Companies want AI to be better than the average person. That's not easy

AI For Business


Hello, Welcome to the Eye of AI… In this edition, Meta steals Apple's top AI researchers… Energy Executive warns that AI data centers can destabilize electrical grids.

We have committed to bringing you additional insights from the “Professional Future” roundtable that we attended Oxford last week, to the “Professional Future” roundtable that the business school said last week. One of the most interesting arguments was about the performance standards companies use when deciding whether to deploy AI.

Most companies use existing human performance as a benchmark for which AI is judged. But beyond that, decisions become complicated and subtle.

Simon Robinson, executive editor at news agency Reuters, who began using AI in a variety of ways in the newsroom, said his company had promised not to deploy AI tools in news production unless the average error rate is better than the people who perform the same task. So, for example, the company can deploy AI and on average AI software can do this with fewer errors than human translators.

This is the standard company that most companies use, and is better than humans On average. However, in many cases this may not be appropriate. Utham Ali, BP's Global Responsibility AI Executive, said the oil giant wants to see if a large-scale language model (LLM) can act as a decision support system and can advise human safety and reliability engineers. One of the experiments conducted was to check that LLM could pass the safety engineering tests that BP should take to all safety engineers. LLM — Ali didn't say which AI models were there.

However, according to Ali, 8% of questions the AI ​​system missed were suspended by the BP team. How often do humans miss these specific questions?
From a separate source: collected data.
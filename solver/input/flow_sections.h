// The sections of a flow case, each a typed struct that owns its keys: `bind` declares them
// (the members' initial values are the defaults) and reads them (section_keys.h). Checks that
// relate keys of several sections are made in read_flow_case().
#pragma once

#include "solver/formulation/kinematics.h"

#include <array>
#include <optional>
#include <string>
#include <utility>
#include <vector>

namespace lentus::input
{
  class SectionKeys;

  /// One boundary condition on one role.
  struct BoundaryCondition
  {
    enum class Type
    {
      no_slip,       ///< u = 0
      moving_wall,   ///< u = wall velocity + rotation
      pressure,      ///< fully developed: tangential u = 0, normal stress = -p
      traction_free, ///< sigma n = 0 ("do-nothing")
      symmetry,      ///< u . n = 0, zero tangential traction
      axis,          ///< r = 0: u_r = 0, u_theta = 0
      inflow,        ///< fully developed profile of the fluid's own law carrying a set flow rate
      uniform_inflow, ///< the same normal speed into the domain across the role
      impeller       ///< turns with the impeller at the rotation speed (at rest in the impeller's frame)
    };
    std::string role;
    Type        type;
    double      pressure  = 0.; ///< [Pa], for Type::pressure
    double      flow_rate = 0.; ///< into the domain, [m^3/s] (axisymmetric) or [m^2/s] (planar), for Type::inflow
    double      speed     = 0.; ///< normal speed into the domain [m/s], for Type::uniform_inflow
  };

  /// A condition's key under Boundary conditions, e.g. "No-slip", and its meaning.
  struct ConditionKey
  {
    const char             *key;
    BoundaryCondition::Type type;
    const char             *documentation;
  };

  /// Every condition key, in the order a case file's roles are assigned.
  const std::vector<ConditionKey> &condition_keys();

  /// subsection Geometry: which shape (its dimensions are the shape's own subsection) and how fine.
  struct GeometrySection
  {
    std::string  shape;          ///< a catalogue shape or "Gmsh mesh"; "" when not set
    unsigned int refinement = 3; ///< uniform halvings of the coarse cells

    void bind(SectionKeys &keys);
  };

  /// subsection Geometry/Gmsh mesh: an imported mesh.
  struct GmshMeshSection
  {
    std::string file;       ///< as written, relative to the case file's folder; "" when not set
    double      scale = 1.; ///< [m] per mesh unit

    void bind(SectionKeys &keys);
  };

  enum class ReferenceFrame
  {
    fixed,
    impeller ///< turning with the impeller (planar only)
  };

  /// subsection Flow: what is solved for.
  struct FlowSection
  {
    FormulationKind       formulation = FormulationKind::planar; ///< key "Velocity components"
    bool                  inertia     = false;
    std::array<double, 2> gravity{{0., 0.}}; ///< [m/s^2], mesh components
    ReferenceFrame        frame           = ReferenceFrame::fixed;
    unsigned int          velocity_degree = 2;

    bool impeller_frame() const { return frame == ReferenceFrame::impeller; }

    void bind(SectionKeys &keys);
  };

  /// subsection Operating point (the flow's part; the temperature is the fluid's).
  struct OperatingPointSection
  {
    double rotation_speed = 0.; ///< N [rev/s] of the Impeller roles

    void bind(SectionKeys &keys);
  };

  /// subsection Vessel: how stirred-vessel numbers are formed.
  struct VesselSection
  {
    double metzner_otto_constant = 11.5; ///< k_s [-]: effective shear rate k_s N
    double dead_zone_fraction    = 0.01; ///< dead: slower than this x tip speed [-]

    void bind(SectionKeys &keys);
  };

  /// subsection Boundary conditions as written: roles by condition and the values that go with them.
  struct BoundaryConditionsSection
  {
    /// Role lists, in the order of condition_keys() (No-slip, Moving wall, ...).
    std::vector<std::vector<std::string>> roles;
    std::vector<double>                   pressures;      ///< [Pa], one per Pressure role
    std::vector<double>                   inflow_rates;   ///< volume rates, one per Inflow role
    std::vector<double>                   inflow_mass_rates; ///< or mass rates, one per Inflow role
    std::vector<double>                   inflow_speeds;  ///< [m/s], one per Uniform inflow role
    std::vector<double>                   wall_velocity{0., 0.}; ///< [m/s] of the moving walls
    double                                rotation_rate = 0.;    ///< [rad/s] of the moving walls

    void bind(SectionKeys &keys);
  };

  enum class LineSearch
  {
    residual, ///< backtracking on the residual norm
    energy     ///< the step where the slope of the energy along the step, R(x + s dx) . dx, vanishes
  };

  enum class NewtonLinearization
  {
    primal,     ///< the exact Jacobian of the velocity-pressure residual
    primal_dual ///< the stress kept as a second iterate at the quadrature points (Chan, Golub & Mulet 1999)
  };

  /// subsection Nonlinear solver.
  struct NonlinearSolverSection
  {
    double       relative_tolerance = 1e-8;
    double       absolute_tolerance = 1e-12;
    unsigned int max_iterations     = 60;
    double       picard_until       = 1e-2; ///< Picard while residual / initial residual is above this
    unsigned int max_picard_steps   = 10;
    bool         continuation       = true;
    LineSearch   line_search        = LineSearch::residual;
    NewtonLinearization linearization = NewtonLinearization::primal_dual;
    /// Levels solved first on coarser meshes; nullopt: chosen from the size of the problem.
    std::optional<unsigned int> mesh_sequencing;

    void bind(SectionKeys &keys);
  };

  enum class LinearSolverType
  {
    automatic, ///< direct up to `direct_limit` unknowns, else iterative
    direct,
    iterative
  };

  /// subsection Linear solver.
  struct LinearSolverSection
  {
    LinearSolverType type         = LinearSolverType::automatic;
    /// Unknowns up to which automatic chooses direct. Measured (Bingham cavity, Bn 20, 592 387
    /// unknowns, 1 rank, one after the other): direct 268 s and 2.8 GiB peak, iterative 504 s and 1.9 GiB.
    unsigned int     direct_limit = 700000;

    void bind(SectionKeys &keys);
  };

  /// Where an adaptive cycle refines (Accuracy/Refine at).
  enum class RefineAt
  {
    yield_surface,  ///< cells the yield surface |tau| = tau_y crosses, or lies near
    velocity_jumps, ///< jumps of the velocity gradient across faces (Kelly et al. 1983)
    everywhere      ///< every cell (uniform refinement)
  };

  /// subsection Accuracy: error bars on the design numbers, adaptive refinement, a target error.
  struct AccuracySection
  {
    /// Solve at least this many coarser meshes first (as Nonlinear solver/Mesh sequencing does) so
    /// that every number gets a mesh error; 0: only the meshes that mesh sequencing solves anyway.
    unsigned int coarser_meshes = 2;
    /// Refinement cycles after the case's mesh: at most this many (fewer once a target is met).
    unsigned int adaptive_cycles = 0;
    std::vector<RefineAt> refine_at{RefineAt::yield_surface, RefineAt::velocity_jumps};
    double refined_fraction   = 0.25; ///< of the cells, by indicator, refined per cycle [-]
    double coarsened_fraction = 0.;   ///< of the cells with the smallest indicator, coarsened per cycle [-]
    double yield_band         = 0.2;  ///< refine where | |tau| / tau_y - 1 | is below this [-]
    /// Cycles stop once every targeted number's error bar is below this fraction of its value.
    std::optional<double> target_relative_error;
    std::vector<std::string> targeted_numbers; ///< names or symbols; empty: the key numbers
    std::optional<double> maximum_unknowns;      ///< budget: no cycle beyond this many unknowns
    std::optional<double> maximum_wall_time;     ///< budget [s]: no new cycle after this
    bool   regularization_check = true; ///< yield-stress fluids: solve again at a larger M
    double regularization_factor = 4.;  ///< the larger M / M [-]

    void bind(SectionKeys &keys);
  };

  /// One thermal condition on one role (subsection Heat).
  struct ThermalCondition
  {
    enum class Type
    {
      set_temperature, ///< T = T_wall (a heated or cooled wall)
      insulated,       ///< no heat flow: k dT/dn = 0 (also axes and symmetry planes)
      heat_transfer,   ///< heat flow into the fluid h (T_surrounding - T) per unit area
      inlet,           ///< T = T_inlet where the fluid enters
      outflow          ///< the fluid leaves: no conduction across, k dT/dn = 0
    };
    std::string role;
    Type        type;
    double      temperature = 0.; ///< [K]: wall, surrounding or (uniform) inlet temperature
    double      coefficient = 0.; ///< h [W/(m^2 K)], for heat_transfer
    /// An inlet's temperature across the role from Inlet temperature files: (position, T [K]) rows,
    /// positions increasing along coordinate `profile_axis` (0: x or r, 1: y or z). Empty: uniform.
    std::vector<std::pair<double, double>> profile;
    int                                    profile_axis = 0;

    /// The temperature at the point (x0, x1) of the role [K]: `temperature`, or the profile
    /// interpolated linearly (beyond its ends, the end values).
    double temperature_at(double x0, double x1) const;
  };

  /// A thermal condition's key under Heat, e.g. "Set temperature", and its meaning.
  struct ThermalConditionKey
  {
    const char             *key;
    ThermalCondition::Type type;
    const char             *documentation;
  };

  /// Every thermal condition key, in the order a case file's roles are assigned.
  const std::vector<ThermalConditionKey> &thermal_condition_keys();

  /// subsection Heat: the energy equation, its conditions by role as written, and the coupling.
  struct HeatSection
  {
    bool energy_equation = false;
    bool viscous_heating = true;
    /// Role lists, in the order of thermal_condition_keys().
    std::vector<std::vector<std::string>> roles;
    std::vector<double> wall_temperatures;        ///< [K], one per Set temperature role
    std::vector<double> transfer_coefficients;    ///< [W/(m^2 K)], one per Heat transfer role
    std::vector<double> surrounding_temperatures; ///< [K], one per Heat transfer role
    std::vector<double> inlet_temperatures;       ///< [K], one per Inlet temperature role; empty: the melt's
    std::vector<std::string> inlet_temperature_files; ///< CSV profiles, one per Inlet temperature role, or none
    unsigned int        coupling_iterations = 40;
    double              coupling_tolerance  = 1e-6; ///< [K] largest temperature change between passes
    bool                isothermal_comparison = true;

    void bind(SectionKeys &keys);
  };

  /// subsection Output.
  struct OutputSection
  {
    std::string folder;               ///< "" : out/<case name>
    bool        write_fields   = true;
    bool        write_pictures = true;

    void bind(SectionKeys &keys);
  };
} // namespace lentus::input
And why did the AI ​​system get those questions wrong? The fact that BP experts had no way of knowing why LLM missed the question meant that the team wasn't confident in deploying it.

The concerns that BP had apply to many other AI uses. Take AI to read medical scans. These systems are often evaluated using average Performance may not tell us what we need to know compared to human radiologists. For example, we don't want to deploy AI that is better on average than human doctors when detecting abnormalities, but we also had a higher chance of missing out on the most aggressive cancer. Often performance is on a subset of the most important decisions that are more important than average performance.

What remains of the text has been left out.